A FAB (Força Aérea Brasileira) vai apurar se o transponder do jato Embraer Legacy que colidiu com o Boeing da Gol há dez dias matando 154 pessoas apresentou a falha apontada pelas autoridades americanas -que determinou um recall do equipamento marcado para começar no dia 17 de outubro.
A Folha revelou ontem que a FAA (Administração Federal de Aviação) indicou, em 12 de setembro, que o transponder podia ficar inoperante inadvertidamente se a tripulação manuseasse um botão no painel de comunicação do avião por mais de cinco segundos.
Sem o transponder, equipamento que transmite dados como altitude e velocidade do avião para o controle em solo e outros aviões, o sistema anticolisão do avião não consegue "avisar" o mesmo aparelho em outra aeronave.
Embora isso seja apenas mais um fator contribuinte para o acidente -já que o Legacy estava em altitude incorreta e houve aparente falha de comunicação entre pilotos e o controle de Brasília-, se o sistema anticolisão estivesse operante é possível supor que o choque não teria ocorrido. Isso se não houve falha no Boeing, o que apenas a caixa-preta dirá.
"É um fator importante a apurar", disse o brigadeiro Teles Ribeiro, chefe da comunicação da FAB. Para o brigadeiro José Carlos Pereira, da Infraero (estatal que gerencia os aeroportos), "isso pode explicar o acidente, e acrescenta mais fatores de responsabilidade".
Segundo a assessoria de imprensa da Embraer, a política da empresa é esperar o final das investigações para se pronunciar sobre o incidente.
A diretriz da FAA é de 12 de setembro e atinge 1.365 aviões, de vários fabricantes, como Cessna e Bombardier.
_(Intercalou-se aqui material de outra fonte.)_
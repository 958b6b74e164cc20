using System.Text.Json.Nodes;
using CopyNumber.Network;
using CopyNumber.Storage;
using CopyNumber.Tests.Cli;
using CopyNumber.Tests.Storage;
using static CopyNumber.Tests.Resilience.RunFolders;

namespace CopyNumber.Tests.Resilience;

/// <summary>
/// Issue 10, fault 6: one flipped bit in a shard's distributions.parquet was merged silently (exit 0, a
/// mean of 2.78e10 instead of 4969). Every table's SHA-256 (FIPS 180-4) is now recorded in the manifest
/// and verified by contrast, resume and merge; SHA-256 changes with any single flipped bit (a property of
/// the hash, common practice for integrity checks), so every flip below must be refused with exit 2 and
/// a message naming the file. Flip positions come from a fixed seed.
/// </summary>
public class ChecksumTests
{
    private const string Damaged = "was changed or damaged after it was written";

    [Fact]
    public void A_bit_flipped_in_any_table_of_a_run_folder_is_refused_by_contrast_and_resume()
    {
        using var scratch = new ScratchFolder();
        var model = WriteModel(scratch);
        var folder = scratch.File("run");
        Assert.Equal(0, CliRun.Of([.. Simulate(model, 2000, 7, "--paths", "40", "--no-contrast", "--out", folder)]).ExitCode);
        var flips = new Random(6);
        var tables = RunFiles.Tables.Where(t => File.Exists(Path.Combine(folder, t))).ToArray();
        Assert.Equal(6, tables.Length); // all but validation.parquet, which only tau-leaping runs write (covariances.parquet included)
        foreach (var table in tables)
        {
            var copy = CopyOf(folder, scratch.File($"flipped-{table}"));
            var file = Path.Combine(copy, table);
            FlipOneBit(file, flips);
            foreach (var run in new[] { CliRun.Of(["contrast", copy]), CliRun.Of(["simulate", "--resume", copy]) })
            {
                Assert.True(run.ExitCode == 2, $"{table}: exit {run.ExitCode}\n{run.Error}{run.Output}");
                Assert.Contains($"'{file}' {Damaged}", run.Error);
                AssertNoStackTrace(run);
            }
        }
    }

    [Fact]
    public void A_bit_flipped_in_any_table_of_either_of_two_shards_is_refused_by_merge()
    {
        using var scratch = new ScratchFolder();
        var model = WriteModel(scratch);
        var shards = new[] { scratch.File("shard-1"), scratch.File("shard-2") };
        for (var i = 0; i < 2; i++)
            Assert.Equal(0, CliRun.Of([.. Simulate(model, 2000, 7, "--paths", "200", "--shard", $"{i + 1}/2", "--out", shards[i])]).ExitCode);
        var flips = new Random(7);
        var attempt = 0;
        for (var damaged = 0; damaged < 2; damaged++)
        {
            foreach (var table in RunFiles.Tables.Where(t => File.Exists(Path.Combine(shards[damaged], t))))
            {
                attempt++;
                var copies = shards.Select((s, i) => CopyOf(s, scratch.File($"copy-{attempt}-{i}"))).ToArray();
                var file = Path.Combine(copies[damaged], table);
                FlipOneBit(file, flips);
                var merge = CliRun.Of(["merge", copies[0], copies[1], "--out", scratch.File($"merged-{attempt}"), "--no-contrast"]);
                Assert.True(merge.ExitCode == 2, $"{file}: exit {merge.ExitCode}\n{merge.Error}{merge.Output}");
                Assert.Contains($"'{file}' {Damaged}", merge.Error);
                AssertNoStackTrace(merge);
            }
        }
        Assert.Equal(12, attempt); // six tables in each shard, covariances.parquet among them
    }

    /// <summary>
    /// Folders written before checksums existed carry no "files" in their manifest. They are read as
    /// before (their tables are checked for agreement with the manifest as they always were), with a
    /// warning that damage to them cannot be detected: refusing them would throw away finished runs.
    /// </summary>
    [Fact]
    public void A_folder_written_without_checksums_is_read_by_contrast_merge_and_resume_with_a_warning()
    {
        using var scratch = new ScratchFolder();
        var modelPath = WriteModel(scratch);
        var model = ModelLoader.Load(modelPath).Model!;
        var whole = scratch.File("whole");
        Directory.CreateDirectory(whole);
        ResumeTests.Run(model, whole, 1, resume: false, CancellationToken.None);
        var old = scratch.File("old");
        Directory.CreateDirectory(old);
        using (var cancel = new CancellationTokenSource())
            ResumeTests.Run(model, old, 1, resume: false, cancel.Token, block => { if (block == 2) cancel.Cancel(); });
        WithoutChecksums(old);

        var resumed = CliRun.Of(["simulate", "--resume", old, "--no-contrast"]);
        Assert.Equal(0, resumed.ExitCode);
        Assert.Contains("without checksums", resumed.Error);
        foreach (var file in ResultFiles.Append(RunFiles.Paths)) AssertSameCells(whole, old, file);

        WithoutChecksums(old);
        var contrast = CliRun.Of(["contrast", old]);
        Assert.Equal(0, contrast.ExitCode);
        Assert.Contains("without checksums", contrast.Error);
        var merged = scratch.File("merged");
        var merge = CliRun.Of(["merge", old, "--out", merged, "--no-contrast"]);
        Assert.Equal(0, merge.ExitCode);
        Assert.Contains("without checksums", merge.Error);
        // What merge writes carries checksums again.
        Assert.DoesNotContain("without checksums", CliRun.Of(["contrast", merged]).Error);
    }

    /// <summary>Rewrites the manifest as a version before checksums wrote it: the same fields less "files".</summary>
    private static void WithoutChecksums(string folder)
    {
        var path = Path.Combine(folder, RunFiles.Manifest);
        var manifest = JsonNode.Parse(File.ReadAllText(path))!.AsObject();
        Assert.True(manifest.Remove(ManifestFields.Files));
        File.WriteAllText(path, manifest.ToJsonString());
    }

    private static void FlipOneBit(string path, Random random)
    {
        var bytes = File.ReadAllBytes(path);
        bytes[random.Next(bytes.Length)] ^= (byte)(1 << random.Next(8));
        File.WriteAllBytes(path, bytes);
    }

    private static string CopyOf(string folder, string copy)
    {
        Directory.CreateDirectory(copy);
        foreach (var file in Directory.GetFiles(folder)) File.Copy(file, Path.Combine(copy, Path.GetFileName(file)));
        return AtomicFile.FullPath(copy);
    }
}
No caso da Embraer, os modelos afetados são os da linha EMB-135 (da qual o Legacy faz parte) e o da EMB-145. A Diretriz de Aeronavegabilidade 2006-19-04 diz: "Essa diretriz resulta do fato de o transponder incorretamente entrar no modo stand-by se a tripulação levar mais de cinco segundos usando o botão giratório da unidade de rádio para mudar seu código de controle aéreo. Estamos emitindo essa diretriz para evitar que o transporte dessa unidade de comunicação entre em modo stand-by, o que pode aumentar o trabalho da tripulação e resultar no funcionamento impróprio do Sistema de Alerta de Tráfego Anticolisão".
Ou seja: se o piloto mexeu no botão em que ele determina o código de 4 números que identifica a aeronave nos radares, um defeito pode ter colocado o transponder num modo inativo (o stand-by, ou espera) -e, logo, desabilitando seu sistema anticolisão. Isso explicaria por que os pilotos dizem que não desligaram nada intencionalmente e por que o avião sumiu do radar secundário, que detecta detalhes via transponder, das telas de Brasília -permanecendo como um ponto impreciso no console.
Não há alerta sobre essa mudança, embora em tese ela deveria ter ficado registrada no indicador do painel. A análise da caixa-preta do Legacy não deverá ajudar nesse ponto: o transponder não estava conectado a ela, e não há nenhum regulamento que preveja isso.
"O que é estranho é que o piloto só deveria mexer nesse seletor com orientação do controle de vôo", diz o brigadeiro Pereira. "Pode ter ocorrido algo, ele inadvertidamente tocou no botão por mais de cinco segundos, mas isso é hipótese."
De fato, esse código de controle só é alterado se houver orientação do controle em solo, e tanto os pilotos quanto o Comando da Aeronáutica dizem que não conseguiram comunicar-se um com o outro.
A diretiva norte-americana vale para todos os países em que os aviões voam porque o transponder é de fabricante dos EUA, a Honeywell.
Ela determinava que em 14 dias a partir do dia 17 fosse alterado o manual de vôo para que o piloto testasse rotineiramente o transponder durante o vôo. Além disso, dava prazo de até 18 meses para a troca, dependendo do modelo, de partes ou da totalidade do transponder.
Apesar de a hipótese de o transponder ter apresentado defeito responder a um dos mistérios do acidente, ele não explica tudo. Há dúvidas importantes. Por exemplo:
1 - por que o Legacy estava a 37 mil pés, na "contramão" da aerovia pela qual vinha o Boeing, em desacordo com o seu plano de vôo?;
2 - FAB e pilotos argumentam que tentaram falar, por quase uma hora, um com os outros. De quem foi a falha? Isso só a investigação responderá.